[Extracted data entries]
━━━━━━
"""What each technology earns and pays, read back from the solution and its duals: the raw material of the cost
recovery table (``pathcast.results.cost_recovery``).

By LP duality, at the optimum every unit of capacity in service is worth exactly its marginal value: the dual of its
"installed capacity" row (capacity in service <= existing fleet + builds alive), here turned into a value per kW and
year undiscounted to the year [currency/kW/yr]. For a vintage whose build is not at a limit (build-rate limits,
potential, phase-out, first build year), the reduced cost of the build is zero, so the discounted value of its
capacity over the years it is alive inside the horizon equals its discounted investment annuities: it recovers its
cost exactly (complementary slackness; any LP textbook, e.g. Bertsimas & Tsitsiklis, Introduction to Linear
Optimization, 1997, ch. 4, from memory). The value of capacity in turn is what it earns in the energy, capacity,
clean-share and fuel markets less its variable, fuel and carbon costs and its fixed O&M, which the results table
spells out from prices and quantities.
"""

from __future__ import annotations

from dataclasses import dataclass

import numpy as np

from ..scenario.inputs import present
from .capacity import growth_limit_binds, retirement_duals
from .context import BuildContext, read_only
from .names import (
    CAPACITY,
    CAPACITY_INSTALLED,
    CAPACITY_NO_RETURN,
    ENERGY_CAPACITY_INSTALLED,
    ENERGY_CAPACITY_NO_RETURN,
)

__all__ = ["CapacityValueValues", "read_capacity_value"]


@dataclass(frozen=True)
class CapacityValueValues:
    """Marginal value of capacity, by technology and year, from the duals of the capacity rows.

    With mu_y the dual of the installed row of year y (capacity in service - builds alive <= existing fleet) and nu_y
    that of the no-return row (capacity in service - last year's capacity - builds of the year <= 0), both <= 0:
    capacity in service in year y is worth (-mu_y - nu_y + nu_{y+1}) / DF_y per GW, which at the optimum equals what
    it earns less its fixed O&M wherever capacity in service is not at a bound; a build of year b is worth
    sum over its years alive of -mu_y, less nu_b (discounted), which equals its discounted annuities wherever the build
    is not at a limit (zero reduced cost)."""

    technologies: tuple[str, ...]  # every technology, capacity order
    years: tuple[int, ...]
    power_value_per_kw_year: np.ndarray  # [T, Y] value of one more kW in service in the year [currency/kW/yr]
    storage_technologies: tuple[str, ...]
    energy_value_per_kwh_year: np.ndarray  # [S, Y] value of one more kWh of storage energy [currency/kWh/yr]
    build_value_per_kw: (
        np.ndarray
    )  # [T, Y] discounted value of a kW built in the year [currency/kW, base-year money]
    energy_build_value_per_kwh: np.ndarray  # [S, Y] the same per kWh of storage energy
    annuity_per_kw: np.ndarray  # [T, Y] investment annuity of a kW built in the year [currency/kW/yr]
    energy_annuity_per_kwh: np.ndarray  # [S, Y] the same per kWh of storage energy [currency/kWh/yr]
    # [T, Y] True where a build-growth limit holds the build of the year (model.capacity.growth_limit_binds)
    build_held_by_growth: np.ndarray | None = None


def _fleet_values(ctx: BuildContext, row_dual: np.ndarray, installed: str, no_return: str, techs) -> tuple:
    """(value in service per unit and year [undiscounted], value of a build per unit [discounted]) of one fleet."""
    T, Y, df = len(techs), ctx.Y, ctx.discount
    if not T:
        return np.zeros((0, Y)), np.zeros((0, Y))
    mu = ctx.row_values(installed, row_dual).reshape(T, Y)
    nu = np.zeros((T, Y + 1))  # nu[:, y] for y = 1..Y-1; zero at 0 and Y
    if no_return in ctx.lp.row_blocks:
        nu[:, 1:Y] = ctx.row_values(no_return, row_dual).reshape(T, Y - 1)
    in_service = (-mu - nu[:, :Y] + nu[:, 1:]) / df[None, :]
    build = np.zeros((T, Y))
    for i, t in enumerate(techs):
        cumulative = np.concatenate([[0.0], np.cumsum(-mu[i])])
        start = np.arange(Y)
        stop = np.minimum(start + t.lifetime, Y)
        build[i] = cumulative[stop] - cumulative[start] - nu[i, :Y]
    return in_service, build


def read_capacity_value(ctx: BuildContext, row_dual: np.ndarray) -> CapacityValueValues:
    """Values of capacity from the duals ``row_dual`` (LP row order, million currency discounted per unit of row;
    [million/GW] = [currency/kW])."""
    techs, storage = ctx.capacity_techs, ctx.storage
    power, build = _fleet_values(ctx, row_dual, CAPACITY_INSTALLED, CAPACITY_NO_RETURN, techs)
    # rows that keep capacity in service (base year, early-retirement limits) value it like the installed rows do
    rho, Y = retirement_duals(ctx, row_dual), ctx.Y
    power = power + (rho[:, :Y] - rho[:, 1:]) / ctx.discount[None, :]
    for i, t in enumerate(techs):
        build[i] += rho[i, :Y] - rho[i, np.minimum(np.arange(Y) + t.lifetime, Y)]
    # capacity held at a column bound (a potential, a phase-out) earns that bound's rent: its reduced cost
    matrix = ctx.lp.matrix()[0]
    reduced = ctx.lp.cost_vector() - matrix.T @ row_dual
    power = power - reduced[ctx.blocks[CAPACITY].all()] / ctx.discount[None, :]
    if storage and ENERGY_CAPACITY_INSTALLED in ctx.lp.row_blocks:
        energy, energy_build = _fleet_values(
            ctx, row_dual, ENERGY_CAPACITY_INSTALLED, ENERGY_CAPACITY_NO_RETURN, storage
        )
    else:
        energy = energy_build = np.zeros((len(storage), ctx.Y))
    annuity = np.array([t.capex * t.crf for t in techs]).reshape(len(techs), ctx.Y)
    energy_annuity = np.array([present(t.energy_capex) * t.crf for t in storage]).reshape(len(storage), ctx.Y)
    return CapacityValueValues(
        technologies=tuple(t.name for t in techs),
        years=tuple(int(y) for y in ctx.inputs.years),
        power_value_per_kw_year=read_only(power),
        storage_technologies=tuple(t.name for t in storage),
        energy_value_per_kwh_year=read_only(energy),
        build_value_per_kw=read_only(build),
        energy_build_value_per_kwh=read_only(energy_build),
        annuity_per_kw=read_only(annuity),
        energy_annuity_per_kwh=read_only(energy_annuity),
        build_held_by_growth=read_only(growth_limit_binds(ctx, row_dual)),
    )
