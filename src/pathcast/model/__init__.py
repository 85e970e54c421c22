"""The pathway LP: one module per constraint family, assembled in arrays, then as a Pyomo model."""
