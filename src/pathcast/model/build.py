"""Assemble the pathway LP from its constraint families, then the rules of any extensions."""

from __future__ import annotations

from dataclasses import dataclass

import numpy as np

from ..scenario.inputs import ModelInputs
from .capacity import add_capacity
from .context import BuildContext
from .dispatch import add_dispatch, add_electricity_balance
from .emissions import add_emissions
from .flexibility import add_flexibility
from .fuels import add_fuels
from .linear_program import LinearProgram
from .policy import add_policy
from .storage import add_storage

__all__ = ["PathwayModel", "build_linear_program", "apply_column_bounds"]


@dataclass
class PathwayModel:
    """The LP in array form plus the context that maps its blocks back to technologies, years and hours."""

    context: BuildContext

    @property
    def lp(self) -> LinearProgram:
        return self.context.lp

    @property
    def inputs(self) -> ModelInputs:
        return self.context.inputs


def build_linear_program(inputs: ModelInputs) -> PathwayModel:
    """Fill the linear program family by family (capacity, dispatch, storage, fuels, emissions, policy,
    flexibility)."""
    ctx = BuildContext(inputs)
    add_capacity(ctx)
    add_dispatch(ctx)
    add_storage(ctx)
    add_fuels(ctx)
    add_electricity_balance(ctx)
    add_emissions(ctx)
    add_policy(ctx)
    add_flexibility(ctx)  # online capacity, ramps, operating reserve: nothing when the scenario has none
    model = PathwayModel(ctx)
    if inputs.extensions:  # users' rules in Pyomo, compiled into rows of this LP (imports Pyomo only then)
        from .extension import apply_extensions

        apply_extensions(model, inputs.extensions)
    apply_column_bounds(ctx.lp, inputs.column_bounds)
    return model


def apply_column_bounds(lp: LinearProgram, bounds: dict[str, tuple[np.ndarray, np.ndarray]]) -> None:
    """Tighten column bounds by block name (``ModelInputs.column_bounds``): NaN keeps the model's own bound; given
    values are clipped into the model's own bounds, so fixing a column to a solved value never makes it infeasible."""
    for name, (lower, upper) in bounds.items():
        if name not in lp.variables:
            raise ValueError(
                f"column_bounds: {name!r} is not a variable block; expected one of {sorted(lp.variables)}"
            )
        block = lp.variables[name]
        lo = np.broadcast_to(np.asarray(lower, dtype=float), block.shape).ravel()
        hi = np.broadcast_to(np.asarray(upper, dtype=float), block.shape).ravel()
        new_lower = np.where(np.isnan(lo), block.lower, np.clip(lo, block.lower, block.upper))
        block.upper = np.where(np.isnan(hi), block.upper, np.clip(hi, new_lower, block.upper))
        block.lower = new_lower
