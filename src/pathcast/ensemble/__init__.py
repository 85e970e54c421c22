"""Ensembles for sensitivity and uncertainty: many variants of one base scenario, sampled from the inputs' stated
distributions (Latin hypercube), on a full grid, or one at a time (tornado), solved in parallel with dask.distributed,
stored member by member (resumable) and summarised as tidy tables, percentiles, fan charts and a memo section.

==================  ==================================================================================================
module              content
==================  ==================================================================================================
spec                the ensemble file (pydantic), field paths into the merged base scenario, located errors
validity            finite and plausible numbers; every value an input can take inside its scenario field's rule
sampling            designs: Latin hypercube + inverse CDFs, grid, one-at-a-time
members             a member's scenario mapping (samples applied to the base) and its SHA-256
worker              one member's build and solve in a worker (warm start from the base basis), compact record
store               DIR/members/<hash>.json written atomically; the base basis; leftovers of killed writes
scheduler           the --scheduler address: malformed ones refused, a scheduler that must answer within a timeout
runner              run_ensemble(): plan, skip what is stored, connect, serial or dask, progress, outputs
summary             tidy tables, percentiles, probability within budget, tornado, rank correlations
figures             fan charts, distributions, budget probability, tornado
outputs             DIR/tables (CSV, Parquet), DIR/figures (PNG), DIR/summary.json, DIR/robustness.json as one set,
                    DIR/outputs.json; read_robustness() and ensemble_robustness_section(ensemble_dir) -> Markdown
robustness          the memo's robustness section as data (paragraphs, tables, figure references) and its Markdown
==================  ==================================================================================================

The public names below are imported on first use (module ``__getattr__``), so that ``pathcast check`` can look at an
ensemble file's spec without loading pandas, SciPy or dask.
"""

from __future__ import annotations

import importlib
from typing import TYPE_CHECKING, Any

if TYPE_CHECKING:  # the same names, for type checkers and editors
    from .outputs import ensemble_robustness_section
    from .runner import EnsembleRun, run_ensemble
    from .spec import EnsembleSpec, load_ensemble
    from .summary import EnsembleSummary, summarise_ensemble

__all__ = [
    "load_ensemble",
    "EnsembleSpec",
    "run_ensemble",
    "EnsembleRun",
    "summarise_ensemble",
    "EnsembleSummary",
    "ensemble_robustness_section",
]

# public name -> module (under pathcast.ensemble) that defines it
_LAZY_NAMES: dict[str, str] = {
    "load_ensemble": ".spec",
    "EnsembleSpec": ".spec",
    "run_ensemble": ".runner",
    "EnsembleRun": ".runner",
    "summarise_ensemble": ".summary",
    "EnsembleSummary": ".summary",
    "ensemble_robustness_section": ".outputs",
}


def __getattr__(name: str) -> Any:
    module_name = _LAZY_NAMES.get(name)
    if module_name is None:
        raise AttributeError(f"module {__name__!r} has no attribute {name!r}")
    value = getattr(importlib.import_module(module_name, __name__), name)
    globals()[name] = value
    return value


def __dir__() -> list[str]:
    return sorted(set(globals()) | set(__all__))
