"""Capacity: yearly builds, capacity in service, lifetimes, build limits, potentials and phase-outs; investment and
fixed O&M costs.

Capacity in service C[t,y] may stay below what is installed (existing fleet still before its retirement year plus
builds still inside their lifetime): that is early retirement. It can only grow through new builds, so retired
capacity never returns: C[t,y] <= C[t,y-1] + N[t,y].
"""

from __future__ import annotations

from dataclasses import dataclass

import numpy as np

from ..scenario.inputs import present
from .context import BuildContext, read_only
from .names import (
    CAPACITY,
    CAPACITY_INSTALLED,
    CAPACITY_NO_RETURN,
    ENERGY_CAPACITY,
    ENERGY_CAPACITY_INSTALLED,
    ENERGY_CAPACITY_NO_RETURN,
    ENERGY_NEW,
    NEW,
    STORAGE_DURATION_MAX,
    STORAGE_DURATION_MIN,
)

__all__ = ["add_capacity", "read_capacity", "CapacityValues"]

# (builds, capacity in service, installed rows, no-return rows) of the two fleets
_POWER_FLEET = (NEW, CAPACITY, CAPACITY_INSTALLED, CAPACITY_NO_RETURN)
_ENERGY_FLEET = (ENERGY_NEW, ENERGY_CAPACITY, ENERGY_CAPACITY_INSTALLED, ENERGY_CAPACITY_NO_RETURN)


def _alive_pairs(Y: int, lifetime: int) -> tuple[np.ndarray, np.ndarray]:
    """(service year, build year) index pairs with 0 <= y - b < lifetime."""
    y, b = np.nonzero(np.tril(np.ones((Y, Y), dtype=bool)) & ~np.tril(np.ones((Y, Y), dtype=bool), -lifetime))
    return y, b


def _annuity_weight(discount: np.ndarray, lifetime: int) -> np.ndarray:
    """Sum of discount factors over the in-horizon years a build of each year is alive: sum_{y=b}^{min(b+L-1, Y-1)} DF_y."""
    Y = len(discount)
    cumulative = np.concatenate([[0.0], np.cumsum(discount)])
    start = np.arange(Y)
    stop = np.minimum(start + lifetime, Y)
    return cumulative[stop] - cumulative[start]


def _add_fleet(
    ctx: BuildContext,
    techs,
    names: tuple[str, str, str, str],
    existing,
    lower_build,
    upper_build,
    upper_total,
    capex,
    fixed_om,
    unit_power: str,
) -> None:
    lp, Y = ctx.lp, ctx.Y
    T = len(techs)
    build_name, service_name, installed_name, no_return_name = names
    build = lp.add_variables(
        build_name,
        ("technology", "year"),
        (T, Y),
        unit_power + "/yr",
        lower=lower_build,
        upper=upper_build,
    )
    service = lp.add_variables(service_name, ("technology", "year"), (T, Y), unit_power, upper=upper_total)
    ctx.blocks[build_name] = build
    ctx.blocks[service_name] = service

    installed = lp.add_rows(installed_name, ("technology", "year"), (T, Y), "<=", unit_power, rhs=existing)
    rows = installed.local()
    installed.add(rows, service.all(), 1.0)
    for i, t in enumerate(techs):
        y, b = _alive_pairs(Y, t.lifetime)
        installed.add(rows[i, y], build.columns(i, b), -1.0)

    if Y > 1:
        no_return = lp.add_rows(no_return_name, ("technology", "year"), (T, Y - 1), "<=", unit_power)
        r = no_return.local()
        no_return.add(r, service.all()[:, 1:], 1.0)
        no_return.add(r, service.all()[:, :-1], -1.0)
        no_return.add(r, build.all()[:, 1:], -1.0)

    for i, t in enumerate(techs):
        lp.add_cost(build.all()[i], capex[i] * t.crf * _annuity_weight(ctx.discount, t.lifetime))
        lp.add_cost(service.all()[i], fixed_om[i] * ctx.discount)


def add_capacity(ctx: BuildContext) -> None:
    techs = ctx.capacity_techs
    stack = lambda attr: np.array([getattr(t, attr) for t in techs], dtype=float).reshape(len(techs), ctx.Y)  # noqa: E731
    _add_fleet(
        ctx,
        techs,
        _POWER_FLEET,
        stack("existing_gw"),
        stack("min_build_gw"),
        stack("max_build_gw"),
        stack("max_total_gw"),
        stack("capex"),
        np.array([t.fixed_om for t in techs]),
        "GW",
    )
    storage = ctx.storage
    if storage:
        Y = ctx.Y
        power_rows = np.array([ctx.position[t.name] for t in storage])
        # energy potential [GWh] = power potential x longest duration; with no longest duration it is unbounded
        # (no column bound at all, rather than a 1e6-hour stand-in that widens the bound range HiGHS scales for)
        max_power = stack("max_total_gw")[power_rows]
        duration = np.array([[t.max_duration_h] for t in storage])
        upper_total = np.where(
            np.isfinite(duration),
            max_power * np.where(np.isfinite(duration), duration, 0.0),
            np.where(max_power == 0.0, 0.0, np.inf),
        )
        _add_fleet(
            ctx,
            storage,
            _ENERGY_FLEET,
            np.array([t.existing_energy_gwh for t in storage]),
            0.0,
            np.inf,
            upper_total,
            np.array([t.energy_capex for t in storage]),
            np.array([t.energy_fixed_om for t in storage]),
            "GWh",
        )
        power = ctx.capacity_columns(storage)
        energy = ctx.blocks[ENERGY_CAPACITY].all()
        with_max = [i for i, t in enumerate(storage) if np.isfinite(t.max_duration_h)]
        if with_max:
            rows = ctx.lp.add_rows(
                STORAGE_DURATION_MAX, ("technology", "year"), (len(with_max), Y), "<=", "GWh"
            )
            r = rows.local()
            rows.add(r, energy[with_max], 1.0)
            rows.add(r, power[with_max], -np.array([[storage[i].max_duration_h] for i in with_max]))
        with_min = [i for i, t in enumerate(storage) if t.min_duration_h > 0]
        if with_min:
            rows = ctx.lp.add_rows(
                STORAGE_DURATION_MIN, ("technology", "year"), (len(with_min), Y), ">=", "GWh"
            )
            r = rows.local()
            rows.add(r, energy[with_min], 1.0)
            rows.add(r, power[with_min], -np.array([[storage[i].min_duration_h] for i in with_min]))


@dataclass(frozen=True)
class CapacityValues:
    """The capacity family's solution: the fleet of every technology by year, the storage energy fleet, and the
    yearly investment and fixed O&M costs it adds to the objective (undiscounted)."""

    technologies: tuple[str, ...]  # every technology, in scenario order (rows of the [T, Y] arrays)
    kinds: tuple[str, ...]  # "generator", "storage" or "converter", per technology
    years: tuple[int, ...]  # modelled years (columns)
    capacity_gw: np.ndarray  # [T, Y] capacity in service [GW]
    new_gw: np.ndarray  # [T, Y] new builds [GW/yr]
    retired_gw: np.ndarray  # [T, Y] capacity leaving service in the year (end of life or early) [GW]
    installed_gw: (
        np.ndarray
    )  # [T, Y] existing fleet before its retirement year + builds inside their lifetime [GW]
    storage_technologies: tuple[str, ...]  # rows of the [S, Y] storage energy arrays
    energy_capacity_gwh: np.ndarray  # [S, Y] storage energy capacity in service [GWh]
    energy_new_gwh: np.ndarray  # [S, Y] new storage energy capacity [GWh/yr]
    investment_million: (
        np.ndarray
    )  # [Y] investment annuities of builds in service, power and energy [million/yr]
    fixed_om_million: np.ndarray  # [Y] fixed O&M of capacity in service, power and energy [million/yr]


def read_capacity(ctx: BuildContext, x: np.ndarray) -> CapacityValues:
    """The capacity family's values from the primal values ``x`` (LP column order)."""
    techs, Y = ctx.capacity_techs, ctx.Y
    capacity = ctx.column_values(CAPACITY, x)  # [T, Y] GW
    new = ctx.column_values(NEW, x)
    installed = np.zeros_like(capacity)
    annuity = np.zeros(Y)
    for i, t in enumerate(techs):
        y, b = _alive_pairs(Y, t.lifetime)
        np.add.at(installed[i], y, new[i, b])
        installed[i] += t.existing_gw
        np.add.at(annuity, y, new[i, b] * t.capex[b] * t.crf)
    previous = np.empty_like(capacity)  # capacity in service the year before [GW]
    previous[:, 0] = [t.existing_gw[0] for t in techs]
    previous[:, 1:] = capacity[:, :-1]
    retired = np.maximum(previous + new - capacity, 0.0)
    fixed = (capacity * np.array([[t.fixed_om] for t in techs])).sum(axis=0) if techs else np.zeros(Y)
    if ctx.storage:
        energy_new = ctx.column_values(ENERGY_NEW, x)
        energy_capacity = ctx.column_values(ENERGY_CAPACITY, x)
        for k, t in enumerate(ctx.storage):
            y, b = _alive_pairs(Y, t.lifetime)
            np.add.at(annuity, y, energy_new[k, b] * present(t.energy_capex)[b] * t.crf)
            fixed += energy_capacity[k] * t.energy_fixed_om
    else:
        energy_new = energy_capacity = np.zeros((0, Y))
    return CapacityValues(
        technologies=tuple(t.name for t in techs),
        kinds=tuple(t.kind for t in techs),
        years=tuple(int(year) for year in ctx.inputs.years),
        capacity_gw=read_only(capacity),
        new_gw=read_only(new),
        retired_gw=read_only(retired),
        installed_gw=read_only(installed),
        storage_technologies=tuple(t.name for t in ctx.storage),
        energy_capacity_gwh=read_only(energy_capacity),
        energy_new_gwh=read_only(energy_new),
        investment_million=read_only(annuity),
        fixed_om_million=read_only(fixed),
    )
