"""Emissions [MtCO2/yr], counted once where fossil carbon is burned: in power plants for the fuel they burn, in final
use for the fuel delivered to final demand, plus any process emissions of converters. Fuel turned into another fuel is
not combustion. Emission factors [tCO2/GJ] equal [MtCO2/PJ]."""

from __future__ import annotations

import numpy as np

from ..scenario.inputs import PJ_PER_GWH
from .context import BuildContext

__all__ = ["add_emissions"]


def add_emissions(ctx: BuildContext) -> None:
    lp, inputs, Y = ctx.lp, ctx.inputs, ctx.Y
    ef = inputs.emission_factor
    emissions = lp.add_variables("emissions", ("year",), (Y,), "MtCO2/yr")
    ctx.blocks["emissions"] = emissions
    rows = lp.add_rows("emissions_definition", ("year",), (Y,), "==", "MtCO2/yr")
    r = rows.local()
    rows.add(r, emissions.all(), 1.0)
    for i, t in enumerate(ctx.fuel_generators):
        if ef.get(t.fuel, 0.0):
            rows.add(r, ctx.blocks["fuel_use"].all()[i], -ef[t.fuel])
    fuels = list(inputs.fuels)
    for p, (_d, c) in enumerate(ctx.delivery_pairs):
        if ef.get(fuels[c], 0.0):
            rows.add(r, ctx.blocks["delivery"].all()[p], -ef[fuels[c]])
    for i, t in enumerate(ctx.fuel_converters):
        if t.process_emission_factor:
            rows.add(r, ctx.blocks["converter_input"].all()[i], -t.process_emission_factor * t.efficiency)
    for i, t in enumerate(ctx.electric_converters):
        if t.process_emission_factor:
            coef = -t.process_emission_factor * t.efficiency * ctx.hour_weight * PJ_PER_GWH
            rows.add(
                np.broadcast_to(r[:, None, None], coef.shape), ctx.blocks["converter_power"].all()[i], coef
            )
    # a carbon price path [currency/tCO2] = [million currency / MtCO2]
    lp.add_cost(emissions.all(), inputs.carbon_price * ctx.discount)
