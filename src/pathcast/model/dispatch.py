"""Hourly dispatch in the representative days: generator output within availability x capacity, unserved energy at
the value of lost load, and the electricity balance of every representative hour."""

from __future__ import annotations

import numpy as np

from .context import BuildContext

__all__ = ["add_dispatch", "add_electricity_balance"]


def add_dispatch(ctx: BuildContext) -> None:
    lp, Y, D, H = ctx.lp, ctx.Y, ctx.D, ctx.H
    gens = ctx.generators
    G = len(gens)
    generation = lp.add_variables("generation", ("technology", "year", "day", "hour"), (G, Y, D, H), "GW")
    ctx.blocks["generation"] = generation
    unserved = lp.add_variables("unserved", ("year", "day", "hour"), (Y, D, H), "GW")
    ctx.blocks["unserved"] = unserved

    if G:
        limit = lp.add_rows("generation_limit", ("technology", "year", "day", "hour"), (G, Y, D, H), "<=", "GW")
        rows = limit.local()
        limit.add(rows, generation.all(), 1.0)
        availability = np.stack([t.availability for t in gens])  # [G, D, H]
        capacity = ctx.capacity_columns(gens)  # [G, Y]
        limit.add(rows, np.broadcast_to(capacity[:, :, None, None], rows.shape),
                  -np.broadcast_to(availability[:, None, :, :], rows.shape))
        vom = np.array([t.variable_om for t in gens])
        lp.add_cost(generation.all(), vom[:, None, None, None] * ctx.hour_cost_weight[None])
    lp.add_cost(unserved.all(), ctx.inputs.value_of_lost_load * ctx.hour_cost_weight)


def add_electricity_balance(ctx: BuildContext) -> None:
    """Supply = demand in every representative hour [GW]; added after storage and converters exist."""
    lp = ctx.lp
    shape = (ctx.Y, ctx.D, ctx.H)
    balance = lp.add_rows("electricity_balance", ("year", "day", "hour"), shape, "==", "GW",
                          rhs=ctx.inputs.electricity_demand_gw)
    rows = balance.local()
    generation = ctx.blocks["generation"].all()
    for g in range(generation.shape[0]):
        balance.add(rows, generation[g], 1.0)
    balance.add(rows, ctx.blocks["unserved"].all(), 1.0)
    if "discharge" in ctx.blocks:
        for k in range(ctx.blocks["discharge"].shape[0]):
            balance.add(rows, ctx.blocks["discharge"].all()[k], 1.0)
            balance.add(rows, ctx.blocks["charge"].all()[k], -1.0)
    if "converter_power" in ctx.blocks:
        for c in range(ctx.blocks["converter_power"].shape[0]):
            balance.add(rows, ctx.blocks["converter_power"].all()[c], -1.0)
━━━━━━
- [Work to complete]:
Begin with the first line of the records and reproduce each line as is, ending with the line that holds "is not at a limit (zero".

- [Completed task]:
"""What each technology earns and pays, read back from the solution and its duals: the raw material of the cost
recovery table (``pathcast.results.cost_recovery``).

By LP duality, at the optimum every unit of capacity in service is worth exactly its marginal value: the dual of its
"installed capacity" row (capacity in service <= existing fleet + builds alive), here turned into a value per kW and
year undiscounted to the year [currency/kW/yr]. For a vintage whose build is not at a limit (build-rate limits,
potential, phase-out, first build year), the reduced cost of the build is zero, so the discounted value of its
capacity over the years it is alive inside the horizon equals its discounted investment annuities: it recovers its
cost exactly (complementary slackness; any LP textbook, e.g. Bertsimas & Tsitsiklis, Introduction to Linear
Optimization, 1997, ch. 4, from memory). The value of capacity in turn is what it earns in the energy, capacity,
clean-share and fuel markets less its variable, fuel and carbon costs and its fixed O&M, which the results table
spells out from prices and quantities.
"""

from __future__ import annotations

from dataclasses import dataclass

import numpy as np

from ..scenario.inputs import present
from .capacity import growth_limit_binds, retirement_duals
from .context import BuildContext, read_only
from .names import (
    CAPACITY,
    CAPACITY_INSTALLED,
    CAPACITY_NO_RETURN,
    ENERGY_CAPACITY_INSTALLED,
    ENERGY_CAPACITY_NO_RETURN,
)

__all__ = ["CapacityValueValues", "read_capacity_value"]


@dataclass(frozen=True)
class CapacityValueValues:
    """Marginal value of capacity, by technology and year, from the duals of the capacity rows.

    With mu_y the dual of the installed row of year y (capacity in service - builds alive <= existing fleet) and nu_y
    that of the no-return row (capacity in service - last year's capacity - builds of the year <= 0), both <= 0:
    capacity in service in year y is worth (-mu_y - nu_y + nu_{y+1}) / DF_y per GW, which at the optimum equals what
    it earns less its fixed O&M wherever capacity in service is not at a bound; a build of year b is worth
    sum over its years alive of -mu_y, less nu_b (discounted), which equals its discounted annuities wherever the build
    is not at a limit (zero reduced cost)."""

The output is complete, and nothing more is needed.